I don’t have a chart handy, but when I ran the code on my workstation (only 4x 1080Tis), I didn’t notice any difference between letting the GPU handle the loss computation versus distributing the results, calculating the results on the individual GPUs, and then gathering them. Either way, I get the same ~3x speedup when using 4 instead of 1 GPU. This is a small hardware setup, and the scenario is probably different for large datacenters, like you said… Also, the way I implemented it,

model = MyModel(num_features=num_features, num_classes=num_classes)
if torch.cuda.device_count() > 1:
    print("Using", torch.cuda.device_count(), "GPUs")
    model = nn.DataParallel(model)

and then

for epoch in range(NUM_EPOCHS):
    
    model.train()
    for batch_idx, (features, targets) in enumerate(train_loader):
        
        features = features.to(DEVICE)
        targets = targets.to(DEVICE)
            
        ### FORWARD AND BACK PROP
        logits, probas = model(features)
        cost = cost_fn(logits, targets)
        optimizer.zero_grad()
        
        cost.backward()
        
        ### UPDATE MODEL PARAMETERS
        optimizer.step()

Is basically such that I don’t have to rewrite my model when I decide to use DataParallel, which is most convenient for my use cases since I do not always run DataParallel.

Thanks for the detailing here.
How can we put the computation part of the losses on another gpu(GPU:4) rather than GPU:0 which happens by default.

It will be great to have the method as many networks are designed such that they cover ~11 gigs and this things holds you back while parallelizing such a network.

It doesn’t makes sense. If the loss aggregation is the bottleneck, what’s the benefit to compute on a GPU? The computation of addition shouldn’t get faster because of devices.

Computation of addition is not the roadblock. There is no space left for the computation on the gpu. That is the issue which I am trying to solve.

I hope it’s clear now.

You actually can use a different device as default device for data parallelism. However, this must be one of the GPUs that is also used by DataParallel. You can set it via the output_device parameter.

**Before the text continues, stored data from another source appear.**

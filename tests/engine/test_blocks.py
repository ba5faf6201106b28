"""The encoded block format: big arrays as binary values, list-encoded blocks of earlier versions still read."""
from __future__ import annotations

import numpy as np
import pyarrow as pa
import pyarrow.parquet as pq
import pytest

from spark_align.engine import ingest
from spark_align.kernels import ragged


def _block(rng):
    src_len, tgt_len = rng.integers(1, 9, 40), rng.integers(1, 9, 40)
    return ragged.build_block(ragged.offsets_from_lengths(src_len), rng.integers(1, 60, src_len.sum()).astype(np.int32),
                              ragged.offsets_from_lengths(tgt_len), rng.integers(1, 50, tgt_len.sum()).astype(np.int32))


def _same(a: ragged.Block, b: ragged.Block) -> None:
    for field in ("src_offsets", "src_ids", "tgt_offsets", "tgt_ids", "dict_keys", "grid_offsets", "grid"):
        np.testing.assert_array_equal(getattr(a, field), getattr(b, field))


def test_blocks_round_trip_through_parquet_in_both_formats(tmp_path):
    rng = np.random.default_rng(3)
    blocks = [_block(rng) for _ in range(3)]
    rows = [np.arange(40, dtype=np.int64) + 40 * i for i in range(3)]
    table = pa.Table.from_batches([ingest.block_batch(i, r, b) for i, (r, b) in enumerate(zip(rows, blocks))])
    assert table.schema.field("grid").type == pa.binary()
    # What earlier versions wrote: every array a list.
    old = table.set_column(6, "dict_keys", pa.array([b.dict_keys for b in blocks], pa.list_(pa.int64())))
    old = old.set_column(7, "grid", pa.array([b.grid for b in blocks], pa.list_(pa.int32())))
    for name, t in (("new", table), ("old", old)):
        pq.write_table(t, tmp_path / f"{name}.parquet", row_group_size=2)
        got = [x for batch in pq.ParquetFile(tmp_path / f"{name}.parquet").iter_batches(batch_size=2)
               for x in ingest.blocks_from_batch(batch)]
        assert [g[0] for g in got] == [0, 1, 2]
        for (_, r, b), want_rows, want in zip(got, rows, blocks):
            np.testing.assert_array_equal(r, want_rows)
            _same(b, want)
            assert b.grid.dtype == np.int32 and b.dict_keys.dtype == np.int64
        entries = pa.Table.from_batches(list(ingest.dict_entries(pq.read_table(tmp_path / f"{name}.parquet")
                                                                 .to_batches())))
        np.testing.assert_array_equal(entries.column("key").to_numpy(), np.concatenate([b.dict_keys for b in blocks]))
        np.testing.assert_array_equal(entries.column("idx").to_numpy(),
                                      np.concatenate([np.arange(len(b.dict_keys)) for b in blocks]))
    # The binary form is the smaller and needs no list levels.
    assert (tmp_path / "new.parquet").stat().st_size < (tmp_path / "old.parquet").stat().st_size


def test_row_groups_read_the_same_memory_mapped_and_streamed(tmp_path):
    # mstep.read_unit memory-maps local files and streams any other store's: same blocks either way,
    # whether the file is compressed (what earlier versions wrote) or not (what ingestion writes now).
    import fsspec

    from spark_align.engine import estep, mstep

    rng = np.random.default_rng(5)
    blocks = [_block(rng) for _ in range(5)]
    rows = [np.arange(40, dtype=np.int64) + 40 * i for i in range(5)]
    table = pa.Table.from_batches([ingest.block_batch(i, r, b) for i, (r, b) in enumerate(zip(rows, blocks))])
    local = fsspec.filesystem("file")
    memory = fsspec.filesystem("memory")
    for compression in ("none", "lz4_raw"):
        path = tmp_path / f"blocks-{compression}.parquet"
        pq.write_table(table, path, row_group_size=2, compression=compression)
        remote = f"/read-unit-test/{path.name}"
        memory.pipe(remote, path.read_bytes())
        try:
            assert pq.ParquetFile(path).metadata.num_row_groups == 3
            for with_keys in (True, False):
                got = {name: [b for rg in range(3) for b in estep.read_blocks(fs, p, rg, with_keys=with_keys)]
                       for name, fs, p in (("mapped", local, str(path)), ("streamed", memory, remote))}
                assert len(got["mapped"]) == len(got["streamed"]) == 5
                for a, b, want in zip(got["mapped"], got["streamed"], blocks):
                    for field in ("src_offsets", "src_ids", "tgt_offsets", "tgt_ids", "grid_offsets", "grid"):
                        np.testing.assert_array_equal(getattr(a, field), getattr(want, field))
                        np.testing.assert_array_equal(getattr(b, field), getattr(want, field))
                    if with_keys:
                        np.testing.assert_array_equal(a.dict_keys, want.dict_keys)
                        np.testing.assert_array_equal(b.dict_keys, want.dict_keys)
                    else:
                        assert a.dict_keys is None and b.dict_keys is None
            # a column subset through read_unit itself, on both branches
            for fs, p in ((local, str(path)), (memory, remote)):
                ids = [batch.column(0).to_pylist() for batch in mstep.read_unit(fs, p, 2, columns=["block_id"])]
                assert ids == [[4]]
        finally:
            memory.rm("/read-unit-test", recursive=True)


@pytest.mark.parametrize("kind", [pa.binary(), pa.large_binary()])
def test_block_values_are_read_from_the_column_buffers_sliced_null_empty_or_unaligned(kind):
    from spark_align.engine.ingest import block_array

    grids = [np.arange(5, dtype="<i4").tobytes(), None, b"", np.arange(7, dtype="<i4").tobytes()]
    column = pa.array(grids, kind)
    for start in range(len(grids)):  # batches read from Parquet can be slices of a longer array
        part = column.slice(start)
        got = [block_array(part, k, "grid").tolist() for k in range(len(part))]
        assert got == [np.frombuffer(v, "<i4").tolist() if v else [] for v in grids[start:]]
    # a value 4 bytes into the data buffer: copied to an aligned array for the compiled kernels
    keys = block_array(pa.array([b"1234", np.arange(3, dtype="<i8").tobytes()], kind), 1, "dict_keys")
    assert keys.tolist() == [0, 1, 2] and keys.ctypes.data % 8 == 0 and keys.dtype == np.int64


def test_mapped_blocks_are_written_once_read_in_place_and_a_bad_file_is_ignored(tmp_path):
    """On a local file system the E-step's blocks come from the row group's mapped Arrow file
    (engine.mapped), which the first read from Parquet writes: the same arrays as Parquet's; a missing,
    truncated or foreign file is ignored and written again; other file systems never get one."""
    import fsspec

    from spark_align.engine import estep, mapped

    rng = np.random.default_rng(7)
    blocks = [_block(rng) for _ in range(5)]
    rows = [np.arange(40, dtype=np.int64) + 40 * i for i in range(5)]
    table = pa.Table.from_batches([ingest.block_batch(i, r, b) for i, (r, b) in enumerate(zip(rows, blocks))])
    path = tmp_path / "encoded" / "blocks" / "part-0.parquet"
    path.parent.mkdir(parents=True)
    pq.write_table(table, path, row_group_size=2, compression="none")
    local = fsspec.filesystem("file")
    root = estep.mapped_blocks_root(local, str(path.parent))
    assert root == str(tmp_path / "encoded" / "mapped")
    assert estep.mapped_blocks_root(fsspec.filesystem("memory"), "/x/encoded/blocks") is None

    def read_all(with_keys=False):
        return [b for rg in range(3) for b in estep.read_blocks(local, str(path), rg, with_keys=with_keys,
                                                                mapped_root=root)]

    def check(got):
        assert len(got) == 5
        for a, want in zip(got, blocks):
            for field in ("src_offsets", "src_ids", "tgt_offsets", "tgt_ids", "grid_offsets", "grid"):
                np.testing.assert_array_equal(getattr(a, field), getattr(want, field))

    mapped.forget()
    check(read_all(with_keys=True))  # a read with the keys writes the files too (without the keys)
    files = sorted(p.name for p in (tmp_path / "encoded" / "mapped").iterdir())
    assert files == [f"part-0.parquet.rg{i:05d}" for i in range(3)]
    check(read_all())
    # read in place: the grid's memory is the map's, not a copy
    got = estep.read_blocks(local, str(path), 1, with_keys=False, mapped_root=root)
    assert not got[0].grid.flags.writeable and not got[0].grid.flags.owndata

    target = mapped.mapped_path(root, str(path), 1)
    mapped.forget()
    with open(target, "r+b") as fh:
        fh.truncate(100)
    assert mapped.read(target, estep.MAPPED_COLUMNS) is None
    check(read_all())  # read from Parquet and written again
    assert mapped.read(target, estep.MAPPED_COLUMNS) is not None
    # a file of the right form but other blocks (a grid too short for its sentences) is not taken
    mapped.forget()
    short = table.slice(2, 2).select(estep.MAPPED_COLUMNS).combine_chunks().to_batches()[0]
    at = short.schema.get_field_index("grid")
    grid = pa.array([b"\x00" * 8, short.column(at)[1].as_py()], pa.binary())
    mapped.write(target, [short.set_column(at, "grid", grid)])
    assert mapped.read(target, estep.MAPPED_COLUMNS) is None
    # nor one with other columns (the keys included)
    mapped.write(target, table.slice(2, 2).select(estep.E_STEP_COLUMNS).to_batches())
    assert mapped.read(target, estep.MAPPED_COLUMNS) is None
    check(read_all())
    mapped.forget()
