"""Small corpora and readers shared by the engine tests."""
from __future__ import annotations

import json
import os

import pyarrow as pa
import pyarrow.parquet as pq

from spark_align.config import CorpusConfig, RunConfig, parse_stages

TOY_SOURCE = ["das haus", "das buch", "ein buch", "ein haus ist klein", "das haus ist gross"]
TOY_TARGET = ["the house", "the book", "a book", "a house is small", "the house is big"]


def write_text(tmp_path, source, target, name="c"):
    s, t = tmp_path / f"{name}.src", tmp_path / f"{name}.tgt"
    s.write_text("".join(f"{x}\n" for x in source), encoding="utf-8")
    t.write_text("".join(f"{x}\n" for x in target), encoding="utf-8")
    return str(s), str(t)


def write_parquet(tmp_path, table: pa.Table, name="corpus.parquet"):
    path = tmp_path / name
    pq.write_table(table, path)
    return str(path)


def config(corpus: CorpusConfig, stages="ibm1:3", **kw) -> RunConfig:
    return RunConfig(corpus=corpus, stages=parse_stages(stages), **kw)


def read_output(run_dir: str) -> pa.Table:
    return pq.read_table(os.path.join(run_dir, "output")).sort_by("_row")


def read_table(run_dir: str, stage_dir: str, iteration: int) -> pa.Table:
    path = os.path.join(run_dir, "checkpoints", stage_dir, f"iter-{iteration:04d}", "lex")
    return pq.read_table(path).sort_by([("dir", "ascending"), ("src", "ascending"), ("tgt", "ascending")])


def manifest(run_dir: str, stage_dir: str, iteration: int) -> dict:
    path = os.path.join(run_dir, "checkpoints", stage_dir, f"iter-{iteration:04d}", "manifest.json")
    with open(path) as fh:
        return json.load(fh)
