package source

import (
	"testing"
	"time"

	"plumbline/model/telemetry"
)

func TestSensorSet(t *testing.T) {
	all := SensorSet(nil)
	if !all("anything") {
		t.Fatal("empty set must admit every sensor")
	}
	some := SensorSet([]string{"P-1", "F-2"})
	for s, want := range map[string]bool{"P-1": true, "F-2": true, "P-10": false, "": false} {
		if got := some(s); got != want {
			t.Errorf("SensorSet(P-1,F-2)(%q) = %v, want %v", s, got, want)
		}
	}
}

func TestLess(t *testing.T) {
	t0 := time.Date(2026, 3, 2, 0, 0, 0, 0, time.UTC)
	a := telemetry.Reading{Sensor: "B", Time: t0}
	b := telemetry.Reading{Sensor: "A", Time: t0.Add(time.Nanosecond)}
	c := telemetry.Reading{Sensor: "A", Time: t0}
	if !Less(a, b) || Less(b, a) {
		t.Error("earlier time must come first whatever the sensor")
	}
	if !Less(c, a) || Less(a, c) {
		t.Error("same time: sensor A before B")
	}
}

Regarding using a GPU that is not wrapped by DataParallel, that’s currently not possible (see discussion here: Uneven GPU utilization during training backpropagation)

I finally did the code reading on DataParallel part.

Hello,
Is there any analogous version of DataParallel in C++/Libtorch?
Whatever I do on an exported traced model, it always uses only a single GPU.
Refer to: "Automatic parallelization of models onto multiple GPUs"

As shown in the diagram you posted earlier on, “Step 5” says that “loss [is computed] with respect to network outputs on default GPU”. My question is, are losses computed for each network eventually averaged or summed over? I am not sure what exactly my loss function is printing.